Guest post by Emilio Cividanes, Kelly DeMarchis and Rob Hartwell, Venable LLP
The Federal Trade Commission (FTC or Commission) has a broad mandate to pursue “unfair or deceptive acts or practices in or affecting commerce.” One substantive area which the FTC has asserted falls under this authority is general data security, and the FTC has brought enforcement actions in this area against companies in many industries including hospitality, internet hardware, social media, and mobile apps when a compromise of personal information occurred.
Surprisingly, the Commission has brought only one enforcement action against a payment processor regarding an alleged failure in its general data security, and that was nearly a decade ago. The FTC has long looked at payment processors as integral players in unfair or deceptive conduct, bringing actions against processors which allegedly facilitated fraudulent telemarketing transactions or profited from internet fraud perpetrated by others.

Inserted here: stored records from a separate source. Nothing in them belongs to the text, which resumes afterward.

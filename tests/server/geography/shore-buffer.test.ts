import { describe, expect, it } from 'vitest'
import { distanceToLandKm } from '../../../server/geography/coast'
import { cellCentre } from '../../../server/grids/cell-centre'
import { weighGrid } from '../../../server/workers/weigh-grid'
import type { AxesGrid } from '../../../shared/science/grid'

const grid: AxesGrid = {
  kind: 'axes',
  rows: 40,
  columns: 60,
  latEdges: Float64Array.from({ length: 41 }, (_, i) => 52 - i / 40),
  lonEdges: Float64Array.from({ length: 61 }, (_, i) => -10.5 + i / 40),
}
const coast = { type: 'Polygon' as const, coordinates: [[[-10.5, 51], [-9, 51], [-9, 52], [-10.5, 52], [-10.5, 51]]] }

describe('a shore buffer', () => {
  it('leaves out exactly the cells whose centre is on land or nearer to it than the buffer', () => {
    const all = weighGrid(coast, grid, 0)
    const kept = weighGrid(coast, grid, 4)
    const expected = Array.from(all.index).filter((cell) => distanceToLandKm(...cellCentre(grid, cell), 50) > 4)
    expect(Array.from(kept.index)).toEqual(expected)
    expect(kept.index.length).toBeLessThan(all.index.length)
    expect(kept.water.every((cell) => cell === 1)).toBe(true)
    const shareOf = new Map(Array.from(all.index, (cell, i) => [cell, [all.share[i], all.areaKm2[i]]]))
    for (const [i, cell] of kept.index.entries()) expect([kept.share[i], kept.areaKm2[i]]).toEqual(shareOf.get(cell))
  })

  it('takes more the wider it is, and nothing where the outline shows no water', () => {
    const counts = [0, 1, 5, 20].map((km) => weighGrid(coast, grid, km).index.length)
    expect(counts).toEqual([...counts].sort((a, b) => b - a))
    expect(new Set(counts).size).toBe(4)
    const inland = { type: 'Polygon' as const, coordinates: [[[8, 48], [9, 48], [9, 49], [8, 49], [8, 48]]] }
    const there: AxesGrid = { ...grid, latEdges: grid.latEdges.map((lat) => lat - 3), lonEdges: grid.lonEdges.map((lon) => lon + 18.5) }
    expect(weighGrid(inland, there, 5).index.length).toBe(weighGrid(inland, there, 0).index.length)
  })
})
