import type { GridWindow } from '../../../shared/science/grid'
import type { GridVariable } from '../grid-source'
import { LayerRefused } from '../layer-refused'
import { maxWindowCells } from './limits'

/** A window that leaves the grid is a mistake of the caller; one that is too large is refused before reading. */
export function checkWindow({ name, grid, times }: GridVariable, step: number, window: GridWindow): void {
  const { row, column, rows, columns } = window
  const whole = [row, column, rows, columns, step].every((n) => Number.isInteger(n) && n >= 0)
  if (!whole || row + rows > grid.rows || column + columns > grid.columns || step >= times.length) {
    throw new RangeError(`${name}: step ${step}, window ${JSON.stringify(window)} leaves the grid`)
  }
  if (rows * columns > maxWindowCells) {
    throw new LayerRefused('too-large', `${rows * columns} cells of ${name} at once are more than Offing reads.`, {
      variable: name,
      cells: rows * columns,
      maxWindowCells,
    })
  }
}
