import { LayerRefused } from '../layer-refused'
import { numbersOf, type NumberType, type RawVariable, textOf, typeBytes } from './raw-netcdf'

/** How the stored numbers of one variable become values, by CF's rules (section 2.5 and 8.1). */
export interface Packing {
  scale: number
  offset: number
  /** Stored values that mean missing. */
  missing: number[]
  /** Valid range of the stored numbers. */
  lowest: number
  highest: number
  /** 2 to the number of bits for signed types that are marked as unsigned, else 0. */
  unsignedModulus: number
  /** Valid range of the unpacked values; null without one. */
  validMin: number | null
  validMax: number | null
  note: string | null
  warning: string | null
}

const defaultFills: Partial<Record<NumberType, number>> = {
  // One-byte types have no default fill by NetCDF's own rule: all their values may be data.
  i2: -32767, u2: 65535, i4: -2147483647, u4: 4294967295, i8: -9223372036854775806, u8: 18446744073709551614,
  f4: 9.969209968386869e36, f8: 9.969209968386869e36,
}

export function packingOf(variable: RawVariable): Packing {
  const { attributes, name } = variable
  const type = variable.type!
  const scale = numbersOf(attributes, 'scale_factor')[0] ?? 1
  const offset = numbersOf(attributes, 'add_offset')[0] ?? 0
  if (!Number.isFinite(scale) || scale === 0 || !Number.isFinite(offset)) {
    throw new LayerRefused('damaged', `${name} has an impossible scale (${scale}) or offset (${offset}).`, {
      variable: name, scale, offset,
    })
  }
  const marked = type.startsWith('i') && /^true$/i.test(textOf(attributes, '_Unsigned') ?? '')
  const unsignedModulus = marked ? 2 ** (8 * typeBytes[type]) : 0
  const stored = (value: number) => {
    if (type === 'f4') return Math.fround(value)
    return unsignedModulus && value < 0 ? value + unsignedModulus : value
  }

  const declaredFill = numbersOf(attributes, '_FillValue')
  const fill = declaredFill.length ? declaredFill : [defaultFills[type] ?? NaN]
  const missing = [...fill, ...numbersOf(attributes, 'missing_value')].map(stored).filter((value) => !Number.isNaN(value))

  const range = validRange(variable)
  const unpack = (value: number) => value * scale + offset
  // A range in a wider type than the packed numbers, while there is a scale, is meant for unpacked values
  // (NetCDF's attribute conventions); it is brought back to stored numbers so that one test serves both.
  const isPacked = scale !== 1 || offset !== 0
  const unpackedRange = isPacked && !type.startsWith('f') && range.some((end) => end !== null && end.type.startsWith('f'))
  const toStored = (value: number) => (unpackedRange ? (value - offset) / scale : stored(value))
  const [low, high] = range.map((end) => (end === null ? null : toStored(end.value)))
  const swapped = unpackedRange && scale < 0
  const slack = unpackedRange ? 1e-6 : 0
  const lowest = ((swapped ? high : low) ?? -Infinity) - slack
  const highest = ((swapped ? low : high) ?? Infinity) + slack
  const ends = [lowest, highest].map((end) => (Number.isFinite(end) ? unpack(end) : null))
  return {
    scale, offset, missing, lowest, highest, unsignedModulus,
    validMin: scale < 0 ? ends[1]! : ends[0]!,
    validMax: scale < 0 ? ends[0]! : ends[1]!,
    note: isPacked ? `scale ${scale}, offset ${offset}` : null,
    warning: unpackedRange
      ? `The valid range of ${name} is taken to be in its unpacked unit, because it is stored in a wider type.`
      : null,
  }
}

interface RangeEnd {
  value: number
  type: NumberType | 'text'
}

function validRange({ attributes }: RawVariable): [RangeEnd | null, RangeEnd | null] {
  const end = (attribute: string, index: number): RangeEnd | null => {
    const value = numbersOf(attributes, attribute)[index]
    const type = attributes.get(attribute)?.type
    return value === undefined || type === undefined || Number.isNaN(value) ? null : { value, type }
  }
  const hasRange = numbersOf(attributes, 'valid_range').length === 2
  if (hasRange) return [end('valid_range', 0), end('valid_range', 1)]
  return [end('valid_min', 0), end('valid_max', 0)]
}

/** Unpacks in place; missing, out of range, NaN and infinite become NaN. */
export function unpackInPlace(values: Float64Array, packing: Packing): void {
  const { scale, offset, missing, lowest, highest, unsignedModulus } = packing
  const [first = NaN, ...others] = missing
  for (let i = 0; i < values.length; i++) {
    let value = values[i]!
    if (unsignedModulus && value < 0) value += unsignedModulus
    const valid =
      value >= lowest && value <= highest && value !== first && Number.isFinite(value) &&
      !(others.length && others.includes(value))
    values[i] = valid ? value * scale + offset : NaN
  }
}

/** 1 where a stored number is neither missing nor within the valid range. */
export function outsideRange(stored: Float64Array, { missing, lowest, highest, unsignedModulus }: Packing): Uint8Array {
  return Uint8Array.from(stored, (number) => {
    const value = unsignedModulus && number < 0 ? number + unsignedModulus : number
    return Number(Number.isFinite(value) && !missing.includes(value) && (value < lowest || value > highest))
  })
}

Renewed Focus on Data Security
The recent rash of highly publicized data breaches has brought renewed focus on data security across all industries—including payment processing. At present, federal data breach notification bills are pending in the House and Senate, along with a separate legislative proposal put forth by the Obama Administration. Several other bills are expected to be introduced during this Congress, some of which would give the FTC an array of new regulatory and enforcement tools in the data security realm.
So, what might the FTC look for in a data security investigation of a payment processor? The FTC looks to a standard of “reasonableness” when they examine data security, but have not yet defined what “reasonable” means generally. A natural starting point for an investigation might be whether the processor followed standards reasonable for the industry. In payments, compliance with the prevailing industry standard, i.e., the Payment Card Industry Data Security Standard (PCI DSS), can be an indicator of reasonable data security. Nevertheless, PCI DSS alone may not satisfy an inquiry by the FTC into data security standards. The FTC will probably dig deeper into what safeguards a processor has in place, what areas for improvement were highlighted by independent audits or assessments in years past, and what programs and plans for remediation a processor instituted in response to these third party opinions.
Making sure that the safeguards a processor has in place are appropriate for the size of the business and the type of data it holds could also be key. Processors obviously hold consumer financial information, but they also store employee information, merchant applications (which may contain social security and tax identification numbers for small merchants), and business information that is potentially sensitive, such as company sales data. Are each of these different type(s) of data protected by appropriate safeguards? Were safeguards differentiated and tailored to provide heightened protection to more sensitive data types and to limit the impacts of a data security incident? Were the right levels of encryption used to protect transmissions when required?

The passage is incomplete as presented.